His father, the previous earl, had been different. A naval officer, he had been made admiral after the bombardment of Alexandria in 1882, had become the British ambassador to St. Petersburg, and finally had been a minister in the government of Lord Salisbury. The Conservatives lost the general election of 1906, and Fitz’s father died a few weeks later-his end hastened, Fitz felt sure, by seeing irresponsible Liberals such as David Lloyd George and Winston Churchill take over His Majesty’s government.

Fitz had taken his seat in the House of Lords, the upper chamber of the British Parliament, as a Conservative peer. He spoke good French and he could get by in Russian, and he would have liked one day to be his country’s foreign secretary. Regrettably, the Liberals had continued to win elections, so he had had no chance yet of becoming a government minister.
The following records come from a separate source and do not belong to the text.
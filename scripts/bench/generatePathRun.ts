/**
 * Writes a line-mode band run for benchmarks (not committed): a folder with EIGENVAL (VASP 6 layout, energies
 * to 6 decimals as VASP writes them), KPOINTS (line mode with labels), POSCAR (diamond-structure cell), and
 * energies.json (the same energies as one JSON array, for the JSON.parse comparison).
 *
 * Bands are smooth, Oh-symmetric and never cross: band b is base_b + w_b·(α_b f_fcc(k) + (1 − α_b) f_sc(k)) with
 * f_fcc the nearest-neighbour fcc tight-binding form cos(πkx)cos(πky) + cos(πky)cos(πkz) + cos(πkz)cos(πkx)
 * and f_sc = cos 2πkx + cos 2πky + cos 2πkz (k cartesian in units of 2π/a); the lower half is filled, with a
 * 1 eV gap above it.
 * With `vasprun` as the fifth argument the same path goes into vasprun.xml instead (VASP's XML layout:
 * structure, k-point list, eigenvalues to 4 decimals as VASP writes them) and energies.json holds those values.
 * Usage: tsx scripts/bench/generatePathRun.ts <folder> <nk> <nb> [segments (1-5, default 4)] [vasprun]
 */
import { createWriteStream, mkdirSync, writeFileSync } from 'node:fs';
import { join } from 'node:path';
import { close, write, writeEigenvalAndJson } from './eigenvalLayout';

const CORNERS: { label: string; k: [number, number, number] }[] = [
  { label: '\\Gamma', k: [0, 0, 0] },
  { label: 'X', k: [0.5, 0, 0.5] },
  { label: 'W', k: [0.5, 0.25, 0.75] },
  { label: 'L', k: [0.5, 0.5, 0.5] },
  { label: '\\Gamma', k: [0, 0, 0] },
  { label: 'K', k: [0.375, 0.375, 0.75] },
];

/** The path's k-points (fractional) and band energies (eV, full precision) at each, one segment after another. */
function* pathPoints(segments: number, per: number, nb: number): Generator<{ kf: [number, number, number]; e: Float64Array }> {
  const nOcc = Math.floor(nb / 2);
  const spacing = 40 / nb;
  const e = new Float64Array(nb);
  for (let s = 0; s < segments; s++) {
    const p = CORNERS[s]!.k;
    const q = CORNERS[s + 1]!.k;
    for (let i = 0; i < per; i++) {
      const t = i / (per - 1);
      const kf = [0, 1, 2].map((c) => p[c]! + t * (q[c]! - p[c]!)) as [number, number, number];
      // Cartesian k in units of 2π/a for the cell above: b1 = (−1, 1, 1), b2 = (1, −1, 1), b3 = (1, 1, −1).
      const kx = -kf[0] + kf[1] + kf[2];
      const ky = kf[0] - kf[1] + kf[2];
      const kz = kf[0] + kf[1] - kf[2];
      const fcc =
        Math.cos(Math.PI * kx) * Math.cos(Math.PI * ky) +
        Math.cos(Math.PI * ky) * Math.cos(Math.PI * kz) +
        Math.cos(Math.PI * kz) * Math.cos(Math.PI * kx);
      const sc = Math.cos(2 * Math.PI * kx) + Math.cos(2 * Math.PI * ky) + Math.cos(2 * Math.PI * kz);
      for (let b = 0; b < nb; b++) {
        const alpha = (b % 5) / 4;
        const w = 0.08 * spacing * (b % 2 ? 1 : -1);
        e[b] = -20 + spacing * b + (b >= nOcc ? 1 : 0) + w * (alpha * fcc + (1 - alpha) * sc);
      }
      yield { kf, e };
    }
  }
}

const A = 5.43;

/** VASP's XML layout: what the reader takes (structure, k-point list, eigenvalues with occupations). */
async function writeVasprun(dir: string, segments: number, per: number, nb: number): Promise<void> {
  const nk = per * segments;
  const nOcc = Math.floor(nb / 2);
  const ws = createWriteStream(join(dir, 'vasprun.xml'));
  const js = createWriteStream(join(dir, 'energies.json'));
  const basis = `   <varray name="basis" >\n    <v> 0.0 ${A / 2} ${A / 2} </v>\n    <v> ${A / 2} 0.0 ${A / 2} </v>\n    <v> ${A / 2} ${A / 2} 0.0 </v>\n   </varray>\n`;
  const structure = (name: string): string =>
    ` <structure${name}>\n  <crystal>\n${basis}  </crystal>\n  <varray name="positions" >\n   <v> 0.0 0.0 0.0 </v>\n   <v> 0.25 0.25 0.25 </v>\n  </varray>\n </structure>\n`;
  let head = `<?xml version="1.0" encoding="ISO-8859-1"?>\n<modeling>\n <generator>\n  <i name="program" type="string">vasp </i>\n  <i name="version" type="string">6.4.2  </i>\n </generator>\n`;
  head += ` <incar>\n  <i type="string" name="SYSTEM">benchmark</i>\n  <i name="ISPIN">      1</i>\n </incar>\n <kpoints>\n  <varray name="kpointlist" >\n`;
  const kpts: string[] = [];
  for (const { kf } of pathPoints(segments, per, 1)) kpts.push(`   <v> ${kf.map((x) => x.toFixed(8)).join(' ')} </v>\n`);
  head +=
    kpts.join('') +
    `  </varray>\n  <varray name="weights" >\n` +
    `   <v> ${(1 / nk).toFixed(8)} </v>\n`.repeat(nk) +
    `  </varray>\n </kpoints>\n`;
  head += ` <parameters>\n  <separator name="electronic" >\n   <i name="NELECT">      ${(2 * nOcc).toFixed(8)}</i>\n   <i type="int" name="NBANDS">     ${nb}</i>\n   <separator name="electronic spin" >\n    <i type="int" name="ISPIN">     1</i>\n    <i type="logical" name="LNONCOLLINEAR"> F  </i>\n    <i type="logical" name="LSORBIT"> F  </i>\n   </separator>\n  </separator>\n </parameters>\n`;
  head += ` <atominfo>\n  <atoms>       2 </atoms>\n  <types>       1 </types>\n  <array name="atoms" >\n   <dimension dim="1">ion</dimension>\n   <field type="string">element</field>\n   <field type="int">atomtype</field>\n   <set>\n    <rc><c>Si</c><c>   1</c></rc>\n    <rc><c>Si</c><c>   1</c></rc>\n   </set>\n  </array>\n </atominfo>\n`;
  head += structure(' name="initialpos" ') + ' <calculation>\n' + structure('');
  head += `  <eigenvalues>\n   <array>\n    <dimension dim="1">band</dimension>\n    <dimension dim="2">kpoint</dimension>\n    <dimension dim="3">spin</dimension>\n    <field>eigene</field>\n    <field>occ</field>\n    <set>\n     <set comment="spin 1">\n`;
  await write(ws, head);
  await write(js, '[');
  let k = 0;
  for (const { e } of pathPoints(segments, per, nb)) {
    let block = `      <set comment="kpoint ${++k}">\n`;
    let j = '';
    for (let b = 0; b < nb; b++) {
      const es = e[b]!.toFixed(4);
      block += `       <r> ${es.padStart(9)} ${b < nOcc ? '   1.0000' : '   0.0000'} </r>\n`;
      j += (k === 1 && b === 0 ? '' : ',') + es;
    }
    await write(ws, block + '      </set>\n');
    await write(js, j);
  }
  await write(ws, `     </set>\n    </set>\n   </array>\n  </eigenvalues>\n </calculation>\n</modeling>\n`);
  await write(js, ']');
  await close(ws);
  await close(js);
}

async function main(): Promise<void> {
  const [dir, nkArg, nbArg, segArg, layout] = process.argv.slice(2);
  const nb = Number(nbArg);
  const segments = Math.min(5, Math.max(1, Number(segArg ?? 4)));
  const per = Math.floor(Number(nkArg) / segments);
  const nk = per * segments;
  mkdirSync(dir!, { recursive: true });
  if (layout === 'vasprun') return writeVasprun(dir!, segments, per, nb);
  writeFileSync(
    join(dir!, 'POSCAR'),
    `benchmark diamond cell\n   1.0\n  0.0 ${A / 2} ${A / 2}\n  ${A / 2} 0.0 ${A / 2}\n  ${A / 2} ${A / 2} 0.0\n   Si\n     2\nDirect\n  0.0 0.0 0.0\n  0.25 0.25 0.25\n`,
  );
  let kp = `benchmark path\n   ${per}\nLine-mode\nReciprocal\n`;
  for (let s = 0; s < segments; s++) {
    const p = CORNERS[s]!;
    const q = CORNERS[s + 1]!;
    kp += `   ${p.k.map((x) => x.toFixed(10)).join('   ')}   ! ${p.label}\n   ${q.k.map((x) => x.toFixed(10)).join('   ')}   ! ${q.label}\n\n`;
  }
  writeFileSync(join(dir!, 'KPOINTS'), kp);
  const nOcc = Math.floor(nb / 2);
  const points = (function* () {
    for (const { kf, e } of pathPoints(segments, per, nb)) yield { k: kf, weight: 1 / nk, energies: e };
  })();
  await writeEigenvalAndJson(join(dir!, 'EIGENVAL'), join(dir!, 'energies.json'), { electrons: 2 * nOcc, nk, nb, occupied: nOcc, points });
}

void main();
His military career had been equally undistinguished. He had attended the army’s officer training academy at Sandhurst, and had spent three years with the Welsh Rifles, ending as a captain. On marriage he had given up full-time soldiering, but had become honorary colonel of the South Wales Territorials. Unfortunately an honorary colonel never won medals.

However, he did have something to be proud of, he thought as the train steamed up through the South Wales valleys. In two weeks’ time, the king was coming to stay at Fitz’s country house. King George V and Fitz’s father had been shipmates in their youth. Recently the king had expressed a wish to know what the younger men were thinking, and Fitz had organized a discreet house party for His Majesty to meet some of them. Now Fitz and his wife, Bea, were on their way to the house to get everything ready.

Fitz cherished traditions. Nothing known to mankind was superior to the comfortable order of monarchy, aristocracy, merchant, and peasant. But now, looking out of the train window, he saw a threat to the British way of life greater than any the country had faced for a hundred years. Covering the once-green hillsides, like a gray-black leaf blight on a rhododendron bush, were the terraced houses of the coal miners. In those grimy hovels there was talk of republicanism, atheism, and revolt. It was only a century or so since the French nobility had been driven in carts to the guillotine, and the same would happen here if some of those muscular black-faced miners had their way.

Fitz would gladly have given up his earnings from coal, he told himself, if Britain could go back to a simpler era. The royal family was a strong bulwark against insurrection. But Fitz felt nervous about the visit, as well as proud. So much could go wrong. With royalty, an oversight might be seen as a sign of carelessness, and therefore disrespectful. Every detail of the weekend would be reported, by the visitors’ servants, to other servants and thence to those servants’ employers, so that every woman in London society would quickly know if the king were given a hard pillow, a bad potato, or the wrong brand of champagne.

Fitz’s Rolls-Royce Silver Ghost was waiting at Aberowen railway station. With Bea at his side he was driven a mile to Tŷ Gwyn, his country house. A light but persistent drizzle was falling, as it so often did in Wales.

“Tŷ Gwyn” was Welsh for White House, but the name had become ironic. Like everything else in this part of the world, the building was covered with a layer of coal dust, and its once-white stone blocks were now a dark gray color that smeared the skirts of ladies who carelessly brushed against its walls.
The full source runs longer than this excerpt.